High folate-producing Lactococcus lactis
Through the strategy of metabolic engineering, high folate-producing Lactococcus lactis variants were constructed. In the first year, threefold increase in folate production was achieved by overexpression of the first genes in folate biosynthesis, folKE. Also, reduced folate production was achieved by overexpression of another gene, folA. In the third year, much higher (200-fold) folate production was achieved by overexpression of all folate genes, except folA. This high folate production (10 - 15mg/L) only occurred in growth medium containing para-aminobenzoic acid, a precursor for folate.

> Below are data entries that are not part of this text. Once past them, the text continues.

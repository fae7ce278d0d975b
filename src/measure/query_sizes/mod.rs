//! Sizes an SQL query reaches before it runs, bounded from the table plan: the groups its
//! GROUP BY and DISTINCT keep, and the rows its joins make.
//!
//! **Groups.** On the streaming engine a query reads its tables a chunk at a time, so its
//! memory is the state it keeps between chunks: for GROUP BY and DISTINCT, one entry per
//! group. That state is small when the groups are few (a monthly statement per variety) and
//! as large as the in-memory engine's when every row is its own group. A streaming GROUP BY
//! on a unique key of a two-column integer table peaked at 73, 147, 274 and 552 MiB at 1M,
//! 2M, 4M and 8M rows here (polars 0.55, 2 threads): about 69 bytes a group, 4.3× the
//! table's bytes. The bound: a grouping expression takes at most the product of the distinct
//! values of the columns it names (from each column's plan: its `distinct` count, its value
//! range, the keys it references, at most its table's rows; a null adds one), `x % k` at most
//! `k` values, a constant one; a GROUP BY at most the product over its expressions, and at
//! most the rows of the largest table. Anything it cannot resolve (a column of a subquery, a
//! `SELECT *` under DISTINCT, a UNION that removes duplicates) counts as every row being a
//! group.
//!
//! **Joins.** An equality join of `a.x = b.y` makes Σ over values v of count_a(v)·count_b(v)
//! rows; with the columns' value shares p and q that is n_a·n_b·Σ p_v·q_v, which is at most
//! n_a·n_b·√(Σp²·Σq²) (Cauchy–Schwarz: exact for a self-join on one column), at most
//! n_a·n_b·max q (each row of `a` meets at most the commonest value's rows of `b`; for a
//! unique key, one) and at most n_a·n_b·max p. The shares follow the generator: uniform over
//! a `distinct` count, a range, or the referenced keys, Zipf over them with `skew`, a flag
//! by its `true_share`; nulls never match. Textbook estimators assume uniform shares and
//! divide by the larger distinct count (the System R rule, Selinger et al., "Access Path
//! Selection in a Relational Database Management System", SIGMOD 1979); for uniform shares
//! the bound here is the same, and with skew it is larger, as the rows are. Several
//! equalities joined by AND make at most what the tightest makes; a join on an equality of
//! expressions it cannot read is counted as the larger of its inputs (a key join), and a cross
//! join or a join with no equality at all as their product: polars pairs every row with every
//! row and filters the pairs (`ON a.grams < b.grams` on 8k rows peaked at 976 MiB, 16 bytes
//! a pair, as the same query written as a CROSS JOIN and WHERE). Measured here on
//! sql-self-join (14 varieties, Zipf 0.6): peak live bytes of 40–41 bytes per joined row
//! from 500 to 8k rows, against the bound's rows times the two tables' row bytes (64).

mod groups;
mod joins;
mod spread;

pub use groups::{distinct_values, groups_bound};
pub use joins::{joined_bytes, Joins};
pub use spread::{match_share, values, Spread};

/// Plans of the shed's ledger for the tests of this module's parts.
#[cfg(test)]
mod fixtures {
    use crate::plan::{ColumnPlan, RowsPlan, TablePlan};
    use crate::results::schema::RangePlan;
    use crate::spec::model::ColumnKind;

    pub fn col(name: &str, kind: ColumnKind) -> ColumnPlan {
        ColumnPlan {
            name: name.into(),
            kind,
            nulls: 0.0,
            distinct: None,
            range: RangePlan::None,
            order: Default::default(),
            run: 1,
            skew: 0.0,
            duplicates: 0.0,
            length: (0, 0),
            true_share: 0.5,
            references: None,
            unmatched: 0.0,
            coverage: 1.0,
        }
    }

    /// The shed's ledger: 14 varieties priced; deliveries reference them.
    pub fn shed() -> Vec<TablePlan> {
        let prices = TablePlan { name: "prices".into(), rows: RowsPlan::Fixed(14), columns: vec![col("variety_id", ColumnKind::Key)] };
        let mut variety = col("variety_id", ColumnKind::Int);
        variety.references = Some("prices.variety_id".into());
        let mut grams = col("grams", ColumnKind::Int);
        grams.range = RangePlan::Int(500, 950_000);
        let mut crew = col("crew", ColumnKind::Category);
        crew.distinct = Some(6);
        crew.nulls = 0.1;
        let deliveries = TablePlan {
            name: "deliveries".into(),
            rows: RowsPlan::Swept,
            columns: vec![col("delivery_id", ColumnKind::Key), variety, grams, crew, col("ripe", ColumnKind::Bool)],
        };
        vec![prices, deliveries]
    }
}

Another goal of the metabolic engineering strategy was to control bioavailability of the produced folate. By cloning of the human (and rat) folate deconjugase gene in L.lactis, the polyglutamyl-taillength of the produced folate was reduced, leading to more efficient excretion of the folate in the growth medium. By overexpression of the folC gene in L. lactis, coding for polyglutamyl folate synthetase, the produced folate was had much longer polyglutamyl tails and the folate was no longer excreted into the medium.

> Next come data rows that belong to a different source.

/// Folded under `<details>`: memory, the designs with their recipes and query plans, and
/// the fits in detail.
fn folded(p: &Part) -> Result<String, crate::present::DrawError> {
    let w = p.w;
    let ax = w.header.axis();
    let axis = ax.name();
    let mut s = String::new();
    let counted: Vec<_> = w.header.designs.iter().filter(|d| counts_allocations(w, &d.name)).collect();
    if !counted.is_empty() {
        let _ = writeln!(s, "<details><summary>Memory: allocated and peak live bytes per run</summary><table class=\"grid\"><thead><tr><th>allocated / peak</th>");
        for &n in &w.all_sizes() {
            let _ = write!(s, "<th>{} {axis}</th>", ax.value(n));
        }
        let _ = writeln!(s, "</tr></thead><tbody>");
        for dh in &counted {
            let _ = write!(s, "<tr><td><code>{}</code></td>", esc(&dh.name));
            for &n in &w.all_sizes() {
                match w.point(&dh.name, n).and_then(|p| p.measured.as_ref()) {
                    Some(m) => {
                        let chunks = m.output.as_ref().filter(|o| o.chunks > 1).map(|o| format!(", {} chunks", o.chunks)).unwrap_or_default();
                        let _ = write!(s, "<td>{}<small>peak {}{chunks}</small></td>", bytes(m.alloc.bytes as f64), bytes(m.alloc.peak_live as f64));
                    }
                    None => {
                        let _ = write!(s, "<td></td>");
                    }
                }
            }
            let _ = writeln!(s, "</tr>");
        }
        let _ = writeln!(s, "</tbody></table>");
        for pic in p.pictures.iter().filter(|x| x.kind == "memory") {
            let _ = writeln!(s, "<figure>{}<figcaption>{}.</figcaption></figure>", svg_inline(pic)?, esc(&pic.title));
        }
        let _ = writeln!(s, "</details>");
    }
    let _ = writeln!(s, "<details><summary>The designs, their recipes and how their steps behave</summary><ul>");
    for dh in &w.header.designs {
        let about = dh.about.as_ref().map(|a| format!(" {}", inline(&sentence(a)))).unwrap_or_default();
        let _ = writeln!(s, "<li><code>{}</code>: <code>{}</code>.{about}</li>", esc(&dh.name), esc(&dh.recipe));
    }
    let _ = writeln!(s, "</ul>");
    if !p.e.step_notes.is_empty() {
        let _ = writeln!(s, "<ul>");
        for (n, note) in &p.e.step_notes {
            let _ = writeln!(s, "<li><code>{}</code>: {}</li>", esc(n), inline_idents(&sentence(note)));
        }
        let _ = writeln!(s, "</ul>");
    }
    for dh in w.header.designs.iter().filter(|d| !d.query_plans.is_empty()) {
        let engine = dh.engine.as_deref().unwrap_or("memory");
        for plan in &dh.query_plans {
            let _ = writeln!(s, "<p>Query plan of <code>{}</code> ({} engine, optimized):</p><pre>{}</pre>", esc(&dh.name), esc(engine), esc(plan.trim_end()));
        }
    }
    let _ = writeln!(s, "</details>");
    let more = digest::sections(&p.e.findings, true).iter().flat_map(|x| x.groups.iter()).filter(|g| digest::SHOWN_ELSEWHERE.contains(&g.kind.as_str()) || g.kind == "expectation").count();
    if more > 0 {
        let _ = writeln!(s, "<details><summary>The fits in detail</summary><ul>");
        for sec in digest::sections(&p.e.findings, true) {
            for g in sec.groups.iter().filter(|g| g.kind == "growth" || g.kind == "expectation") {
                for (d, m) in &g.measured {
                    let _ = writeln!(s, "<li><code>{}</code>: {} {}</li>", esc(d.as_deref().unwrap_or("all designs")), inline(&sentence(m)), inline(&reading(g)));
                }
            }
        }
        let _ = writeln!(s, "</ul></details>");
    }
    Ok(s)
}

The gene vectors that were used to achieve high folate production in L. lactis, were also transfered to other lactic acid bacteria. In this way, the non-folate producer Lactobacillus gasseri, was transformed into a folate-producer.
An additional scientific result of the metabolic engineering was the discovery of a new gene involved in folate biosynthesis, folQ.
Finally, a transcriptome analysis was performed on the folate-overproducing Lactococcus lactis. This provided some leads for future metabolic engineering strategies.
These results have been described in thirteen scientific publication, three contributions (chapters) to text books, one PhD Thesis (Wilbert Sybesma) and several popular publications and have been presented at a large number of international scientific meetings.
The high-folate-producing Lactococcus lactis strains are not (yet) commercialised, for the obvious reason that they are GMO's. However, since we are dealing with homologous recombination in almost all results, these strains do not need to labeled as GMO's in some non-European countries such as the USA, and could reach these markets in the near future. For this reason, it was checked, in thefinal year of the project, if these high-folate-producers are an effective source of folate. In animal trials using rats fed on a folate-depleted diet, it was convincingly shown that the bacterial folate is a good, and bioavailable, source of folate.
As to other implementation of the results, the metabolic engineering strategy has clearly indicated how high folate production can be achieved. It also presented some possibilities to increase folate by changes in the medium composition (para-aminobenzoic acid!) or by controlled fermentation (slow growth leads to high folate!)